____ Information supplied

def fit_factors(model: BalanceModel, iv: Intervals, level: float = LEVEL,
                hold: dict[int, str] | None = None) -> Fit:
    """Fit the factors' shifts to the survey intervals (generalised least squares,
    Gauss-Newton; the module's docstring gives the model).  Factors in ``hold`` (index
    -> reason) stay at the workbook's value.  Raises `RecordError` when the intervals
    are too few for the factors the record can see."""
    import statsmodels.api as sm

    k = len(model.factors)
    cov = iv.covariance()
    white = _whitener(cov)
    shift = np.zeros(k)
    pred, jac = _sensitivity(model, iv, shift)
    jw = white @ jac
    norms = np.linalg.norm(jw, axis=0)
    total = np.linalg.norm(white @ pred) if len(pred) else 0.0
    reasons: dict[int, str] = dict(hold or {})
    used = np.zeros(k, dtype=bool)
    for j in range(k):
        if j in reasons:
            continue
        if norms[j] <= 1e-9 * max(total, 1e-300):
            reasons[j] = "no surveyed store responds to it"
            continue
        for i in np.flatnonzero(used):
            cos = abs(jw[:, i] @ jw[:, j]) / (norms[i] * norms[j])
            if cos > COLLINEAR_COS:
                reasons[j] = (f"the surveys cannot tell it from {model.factors[i].key} (both move the same "
                              "stores in the same proportion)")
                break
        else:
            used[j] = True
    m = int(used.sum())
    if m == 0:
        return Fit(shift, np.full(k, np.nan), np.full(k, np.nan), used, 0.0, np.nan, reasons, 0)
    if len(iv) < m + 1:
        raise RecordError(Problem("stock_surveys", None, "date",
                                  f"{len(iv)} survey-to-survey interval(s) for {m} factor(s)",
                                  f"at least {m + 1} intervals (best: weekly surveys of each store over 8 "
                                  "weeks or more)"), "The record")
    steps_taken = 0
    yw = white @ iv.observed_t
    for steps_taken in range(1, MAX_STEPS + 1):
        jw = white @ jac[:, used]
        rw = yw - white @ pred
        delta, *_ = np.linalg.lstsq(jw, rw, rcond=None)
        shift[used] += delta
        pred, jac = _sensitivity(model, iv, shift)
        if np.all(np.abs(delta) <= CONVERGED * np.array([f.step for f in model.factors])[used]):
            break
    # the last, linearised step through statsmodels: y - f(shift) + J shift = J shift' + e
    x = jac[:, used]
    res = sm.GLS(iv.observed_t - pred + x @ shift[used], x, sigma=cov).fit()
    low, high = np.full(k, np.nan), np.full(k, np.nan)
    shift[used] = res.params
    if res.df_resid >= 1:
        ci = np.asarray(res.conf_int(alpha=1 - level))
        low[used], high[used] = ci[:, 0], ci[:, 1]
    else:
        low[used], high[used] = -np.inf, np.inf
    return Fit(shift, low, high, used, float(res.df_resid), float(np.sqrt(res.scale)), reasons, steps_taken)


# --------------------------------------------------------------------------- the calibration of a record


@dataclass(frozen=True)
class Calibration:
    """A calibration: ``table`` (``calibration.csv``), ``drift`` per store before and
    after, the window of surveys, the values applied by ``plan --calibrated`` and the
    survey error the residuals imply [% of the level]."""

    table: pd.DataFrame
    drift: pd.DataFrame
    first: dt.date
    last: dt.date
    applied: dict[str, float]
    survey_error_pct: float

    def misses(self) -> pd.DataFrame:
        """Rows whose interval leaves out the workbook's value."""
        t = self.table
        ok = t["low"].notna() & t["high"].notna()
        return t[ok & ((t["workbook_value"] < t["low"]) | (t["workbook_value"] > t["high"]))]

    def view(self) -> pd.DataFrame:
        """The factors as the dashboard shows them: key, sheet, workbook_value,
        fitted_value, low, high and ``status`` (``contradicts the workbook``, ``agrees
        with the workbook``, ``not estimable``)."""
        t = self.table[["key", "sheet", "workbook_value", "fitted_value", "low", "high"]].copy()
        missed = set(self.misses()["key"])
        t["status"] = ["not estimable" if k not in self.applied else
                       "contradicts the workbook" if k in missed else "agrees with the workbook"
                       for k in t["key"]]
        return t

    def summary(self) -> dict:
        """What a plan version records of the calibration it was planned with."""
        rows = {}
        for r in self.table.itertuples(index=False):
            rows[r.key] = {"workbook_value": r.workbook_value,
                           "fitted_value": None if pd.isna(r.fitted_value) else round(float(r.fitted_value), 6),
                           "low": None if pd.isna(r.low) else round(float(r.low), 6),
                           "high": None if pd.isna(r.high) else round(float(r.high), 6),
                           "applied": r.key in self.applied}
        return {"from": f"{self.first:%Y-%m-%d}", "to": f"{self.last:%Y-%m-%d}",
                "applied": {k: round(v, 6) for k, v in self.applied.items()}, "factors": rows}


def _window_surveys(scenario: Scenario, record: RecordFrames, first: dt.date | None,
                    last: dt.date | None) -> pd.DataFrame:
    s = record.surveys[["date", "store", "level_t"]]
    s = s[s["store"].isin(list(scenario.storage))]
    if first is not None:
        s = s[s["date"] >= pd.Timestamp(first)]
    if last is not None:
        s = s[s["date"] <= pd.Timestamp(last)]
    return s.sort_values(["store", "date"]).drop_duplicates(["store", "date"], keep="last").reset_index(drop=True)


def _stone_caco3(scenario: Scenario, record: RecordFrames, model: BalanceModel,
                 surveys: pd.DataFrame) -> np.ndarray | None:
    """The stone fed per day [%] from the deliveries' lab results (None without any in
    the record up to the window's end)."""
    arr = record.arrivals[record.arrivals["date"] <= model.days[-1]]
    if arr.empty or arr["caco3_pct"].notna().sum() == 0:
        return None
    default = scenario.scrubber.limestone_caco3_pct
    by_supplier = {s.supplier: s.caco3_pct for s in scenario.suppliers if s.caco3_pct is not None}
    q = arr["caco3_pct"].astype(float).fillna(arr["supplier"].map(by_supplier)).fillna(default)
    # the store before the window: the latest deliveries adding up to its first survey
    lime = surveys[surveys["store"] == "limestone"]
    t0 = model.days[0] - pd.Timedelta(days=1)
    level0 = float(lime["level_t"].iloc[0]) if len(lime) else scenario.storage["limestone"].initial_t
    before = arr[arr["date"] <= t0].assign(q=q[arr["date"] <= t0]).sort_values("date", ascending=False)
    tonnes = before["tonnes"].to_numpy(float)
    take = np.minimum(tonnes, np.clip(level0 - np.concatenate([[0.0], np.cumsum(tonnes)[:-1]]), 0, None))
    q0 = ((take * before["q"].to_numpy()).sum() + max(level0 - take.sum(), 0.0) * default) / level0 \
        if level0 > 0 else default
    inside = arr[arr["date"] >= model.days[0]].assign(q=q[arr["date"] >= model.days[0]])
    t = inside.groupby("date")["tonnes"].sum().reindex(model.days, fill_value=0.0).to_numpy(float)
    qt = (inside["tonnes"] * inside["q"] / 100).groupby(inside["date"]).sum().reindex(model.days, fill_value=0.0)
    use = model.flows(np.zeros((1, len(model.factors))))["limestone"][0]
    return stone_caco3_by_day(level0, q0, use, t, qt.to_numpy(float))


def _usual_width(key: str) -> float:
    r = PLAUSIBLE.get(key)
    return float(r.usual[1] - r.usual[0]) if r is not None and r.usual is not None else np.inf


def _fmt(v: float, key: str) -> str:
    return f"{v:.3f}" if key == "ca_s_ratio" else f"{v:.1f}"
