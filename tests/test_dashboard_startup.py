"""The dashboard answers at once: it listens while its first plan is made, shows what is
being done, and reads a plan already made from the same inputs back from the plan cache
(`reagentplan.plancache`) on the next start.  Served by the production server on
127.0.0.1."""

from __future__ import annotations

import os
import pickle
import time
import urllib.request

import pandas as pd
import pytest

from helpers import minimal_sheets, write_workbook
from reagentplan import plancache

from reagentplan.dashboard.app import create_app
from reagentplan.dashboard.testing import serve_in_thread


def _get(url: str) -> tuple[bytes, float]:
    t0 = time.perf_counter()
    with urllib.request.urlopen(url, timeout=30) as r:
        return r.read(), time.perf_counter() - t0


def _wait_ready(app, limit: float = 300.0) -> None:
    deadline = time.monotonic() + limit
    while not app.reagentplan.ready:
        assert app.reagentplan.progress.snapshot()["error"] is None, app.reagentplan.progress.snapshot()
        assert time.monotonic() < deadline, "the first plan was not ready in time"
        time.sleep(0.1)


@pytest.mark.slow
def test_the_server_answers_while_the_first_plan_is_made(tmp_path):
    """The demo station over 90 days with 100 futures takes seconds to plan; the page
    and its layout are served within a few seconds of the start, showing the steps."""
    t0 = time.perf_counter()
    app = create_app(None, futures=100, time_limit=30, demo_days=90, background=True,
                     plan_cache=tmp_path / "cache", work_dir=tmp_path / "work")
    url, stop = serve_in_thread(app)
    try:
        page, _ = _get(url)
        layout, seconds = _get(url + "_dash-layout")
        answered = time.perf_counter() - t0
        assert answered < 5.0 and seconds < 2.0
        snap = app.reagentplan.progress.snapshot()
        assert not snap["done"], "the plan was ready before the first answer; use a bigger station"
        assert b"startup-steps" in layout and b"Making the first plan of the demo station" in layout
        assert b"plan-id" not in layout and b"reagentplan" in page
        _wait_ready(app)
        texts = [t for t, _ in app.reagentplan.progress.snapshot()["steps"]]
        assert texts[0].startswith("Building the demo station")
        assert any(t.startswith("Sampling 100 futures") for t in texts)
        assert any(t.startswith("Solving the plan") for t in texts)
        layout, _ = _get(url + "_dash-layout")
        assert b"plan-id" in layout and b"startup-steps" not in layout
        assert app.reagentplan.from_cache is False
    finally:
        stop()


@pytest.mark.slow
def test_a_second_start_with_the_same_inputs_reads_the_plan_from_the_cache(tmp_path):
    path = write_workbook(minimal_sheets(days=40), tmp_path / "station.xlsx")
    cache = tmp_path / "cache"
    kw = dict(futures=20, time_limit=20, plan_cache=cache)
    first = create_app(path, work_dir=tmp_path / "w1", **kw)
    second = create_app(path, work_dir=tmp_path / "w2", background=True, **kw)
    _wait_ready(second)
    a, b = first.reagentplan, second.reagentplan
    assert not a.from_cache and b.from_cache
    assert b.plan_meta["made"] == a.plan_meta["made"]
    assert b.plan_meta["seconds"] == a.plan_meta["seconds"]
    run_a = a.store.get("run", a.plan_id).value
    run_b = b.store.get("run", b.plan_id).value
    pd.testing.assert_frame_equal(run_a.plan.movements, run_b.plan.movements)
    assert len(list(cache.glob("*.plan"))) == 1
    # other settings are other inputs: planned again, and kept beside the first
    third = create_app(path, work_dir=tmp_path / "w3", futures=20, time_limit=20, seed=1,
                       plan_cache=cache)
    assert not third.reagentplan.from_cache
    assert len(list(cache.glob("*.plan"))) == 2


def test_the_key_follows_every_input():
    settings = {"futures": 500, "seed": 0, "solver": "highs", "time_limit": 60.0}
    key = plancache.plan_key(b"workbook", settings)
    assert len(key) == 64 and key == plancache.plan_key(b"workbook", dict(settings))
    assert key != plancache.plan_key(b"workbook!", settings)
    assert key != plancache.plan_key(b"workbook", settings | {"seed": 1})
    assert key != plancache.plan_key(b"workbook", settings, as_of="2030-03-01")
    assert key != plancache.plan_key(b"workbook", settings, as_of="2030-03-01", last_import_id=3) \
        != plancache.plan_key(b"workbook", settings, as_of="2030-03-01", last_import_id=4)


def test_a_damaged_entry_is_ignored_and_replaced(tmp_path):
    key = plancache.plan_key(b"x", {})
    path = plancache.write_entry(key, {"plan": 1}, {"made": "then"}, tmp_path)
    assert plancache.read_entry(key, tmp_path) == ({"plan": 1}, {"made": "then"})
    raw = path.read_bytes()
    path.write_bytes(raw[:-7])  # cut short, as by a full disk
    assert plancache.read_entry(key, tmp_path) is None and not path.exists()
    path.write_bytes(raw[:-1] + bytes([raw[-1] ^ 1]))  # one bit flipped
    assert plancache.read_entry(key, tmp_path) is None
    path.write_bytes(pickle.dumps(({"plan": 2}, {})))  # no header: not an entry
    assert plancache.read_entry(key, tmp_path) is None

    made = []
    value, meta = plancache.cached(key, lambda: made.append(1) or {"plan": 3}, directory=tmp_path)
    assert value == {"plan": 3} and made == [1] and meta["from_cache"] is False
    value, meta = plancache.cached(key, lambda: made.append(1) or {"plan": 4}, directory=tmp_path)
    assert value == {"plan": 3} and made == [1] and meta["from_cache"] is True
    assert [p.name for p in tmp_path.iterdir()] == [f"{key}.plan"]  # no temporary file left


def test_only_the_newest_entries_are_kept(tmp_path):
    keys = [plancache.plan_key(str(i), {}) for i in range(5)]
    for i, key in enumerate(keys):
        path = plancache.write_entry(key, i, {}, tmp_path, keep=3)
        os.utime(path, (1_000_000 + i, 1_000_000 + i))
    assert sorted(p.stem for p in tmp_path.glob("*.plan")) == sorted(keys[2:])


def test_the_cache_folder_is_the_environment_variable_else_the_user_cache():
    assert str(plancache.cache_dir({"REAGENTPLAN_CACHE": "/srv/plans"})) == "/srv/plans"
    assert str(plancache.cache_dir({"XDG_CACHE_HOME": "/c", "HOME": "/h"})).replace("\\", "/") \
        == "/c/reagentplan"
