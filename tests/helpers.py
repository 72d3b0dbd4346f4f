"""Small scenario workbooks built in the tests (invented values, not demo data)."""

from __future__ import annotations

import copy
import datetime as dt
import io
from pathlib import Path

from openpyxl import Workbook

START = dt.date(2030, 3, 4)  # a Monday


def minimal_sheets(days: int = 10, mwh: float = 2500.0) -> dict[str, list[list]]:
    """One 200 MW unit burning 1,000 t/day of 2 % S coal (25 MJ/kg at 10 GJ/MWh)."""
    gen = [["date", "unit", "mwh"]] + [
        [START + dt.timedelta(days=i), "U1", mwh] for i in range(days)]
    return {
        "plant": [["key", "value", "note"], ["name", "Test Station", None],
                  ["start_date", START, None], ["horizon_days", days, None],
                  ["boiler", "pc", None], ["so2_conversion_pct", 95, None],
                  ["fly_ash_share_pct", 80, None], ["fly_ash_loi_pct", 0, None],
                  ["so2_limit_kg_per_gj", 0.1, None], ["so2_limit_avg_days", 3, None]],
        "scrubber": [["key", "value"], ["removal_pct", 97], ["ca_s_ratio", 1.03],
                     ["limestone_caco3_pct", 94], ["oxidation_pct", 100],
                     ["gypsum_moisture_pct", 10], ["esp_efficiency_pct", 100],
                     ["injection_removal_pct", 0], ["prescrubber_hcl_removal_pct", 0],
                     ["gypsum_chloride_ppm", 40]],
        "units": [["unit", "capacity_mw", "heat_rate_gj_per_mwh", "gas_heat_share_pct"],
                  ["U1", 200, 10, 0]],
        "generation": gen,
        "coal_sources": [["source", "sulfur_pct", "ash_pct", "moisture_pct", "hhv_mj_per_kg",
                          "chlorine_pct", "sulfur_sd_pct"],
                         ["Coal A", 2.0, 10.0, 8.0, 25.0, 0.0, 0.2],
                         ["Coal B", 0.5, 6.0, 25.0, 20.0, 0.0, 0.05]],
        "coal_blend": [["date", "source", "share_pct"], [START, "Coal A", 100]],
        "storage": [["store", "capacity_t", "safety_t", "initial_t"],
                    ["limestone", 5000, 500, 2000], ["gypsum", 3000, 0, 1000],
                    ["fly_ash", 2000, 0, 500], ["bottom_ash", 800, 0, 100]],
        "suppliers": [["supplier", "mode", "load_t", "max_loads_per_day", "lead_days", "weekdays",
                       "price_per_t", "freight_per_load", "min_t_per_month", "max_t_per_month"],
                      ["Quarry Q", "rail", 1000, 1, 3, "Mon-Fri", 15, 2000, None, 30000]],
        "buyers": [["buyer", "material", "mode", "load_t", "max_loads_per_day", "weekdays",
                    "price_per_t", "min_t_per_month", "max_t_per_month", "min_purity_pct",
                    "max_moisture_pct", "max_chloride_ppm", "max_loi_pct", "max_so3_pct", "months"],
                   ["Board Co", "gypsum", "truck", 25, 20, "Mon-Fri", 3, None, 3000, 94, 12, 100,
                    None, None, None],
                   ["Mix Co", "fly_ash", "truck", 25, 10, "Mon-Sat", 20, None, None, None, None,
                    None, 6, 5, "Mar-Nov"]],
        "disposal": [["site", "material", "cost_per_t", "max_t_per_day", "airspace_t"],
                     ["Cell 1", "gypsum", 12, 2000, 1e6], ["Cell 1", "fly_ash", 14, 2000, 1e6],
                     ["Cell 1", "bottom_ash", 10, 500, 1e6]],
    }


def clone(sheets: dict[str, list[list]]) -> dict[str, list[list]]:
    return copy.deepcopy(sheets)


def build_workbook(sheets: dict[str, list[list]]) -> Workbook:
    wb = Workbook()
    wb.remove(wb.active)
    for name, rows in sheets.items():
        ws = wb.create_sheet(name)
        for row in rows:
            ws.append(list(row))
    return wb


def write_workbook(sheets: dict[str, list[list]], path: Path) -> Path:
    build_workbook(sheets).save(path)
    return path


def workbook_bytes(sheets: dict[str, list[list]]) -> bytes:
    buf = io.BytesIO()
    build_workbook(sheets).save(buf)
    return buf.getvalue()


def set_value(sheets: dict, sheet: str, key_or_row, column: str, value) -> dict:
    """Set one cell: in a key/value sheet by key, in a table by data-row index (0-based)."""
    rows = sheets[sheet]
    if rows[0][:2] == ["key", "value"]:
        for r in rows[1:]:
            if r[0] == key_or_row:
                r[1] = value
                return sheets
        rows.append([key_or_row, value] + [None] * (len(rows[0]) - 2))
        return sheets
    j = rows[0].index(column)
    rows[1 + key_or_row][j] = value
    return sheets
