def _check_history_days(records: list[dict[str, Any]], units: dict, out: Collector) -> None:
    """Each unit's history: one row per day from its first to its last (no gaps), and no
    day above capacity x 24 h."""
    last: dict[str, dt.date] = {}
    for r in records:
        u = units.get(r["unit"])
        if u is None:
            continue
        if r["mwh"] > u.capacity_mw * 24 * 1.0001:
            out.add("generation_history", r["_row"], "mwh", f"found {r['mwh']:g} MWh for {u.unit}",
                    f"at most {u.capacity_mw * 24:g} MWh (capacity {u.capacity_mw:g} MW x 24 h)")
        before = last.get(u.unit)
        if before is not None and (r["date"] - before).days > 1:
            first_missing = before + dt.timedelta(days=1)
            n = (r["date"] - before).days - 1
            out.add("generation_history", r["_row"], "date",
                    f"{u.unit} has no rows for the {n} day(s) from {first_missing:%Y-%m-%d} to "
                    f"{r['date'] - dt.timedelta(days=1):%Y-%m-%d}, before this row",
                    "one row per unit and day with no gaps (0 MWh for days the unit was off)")
        if before is None or r["date"] > before:
            last[u.unit] = r["date"]


def _check_history_covers_forecast(generation: pd.DataFrame, history: pd.DataFrame,
                                   units: tuple[Unit, ...], plant: Plant, out: Collector) -> None:
    """A unit whose planned days the ``generation`` sheet leaves open needs history."""
    dates = plant.dates
    for u in units:
        have = pd.DatetimeIndex(generation.loc[generation["unit"] == u.unit, "date"])
        missing = dates.difference(have)
        if not len(missing):
            continue
        n = int((history["unit"] == u.unit).sum())
        if n < MIN_HISTORY_DAYS:
            out.add("generation_history", None, "unit",
                    f"{u.unit} has {n} day(s) of history and no generation on {len(missing)} of "
                    f"{len(dates)} planned days (first {missing[0]:%Y-%m-%d})",
                    f"at least {MIN_HISTORY_DAYS} days of history for {u.unit} to forecast "
                    "from, or rows in the 'generation' sheet for every planned day")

________

Exercise: Look through the entries above. Copy out every line holding the word "monotonic".

Exercise output:
    deadline = time.monotonic() + limit
        assert time.monotonic() < deadline, "the first plan was not ready in time"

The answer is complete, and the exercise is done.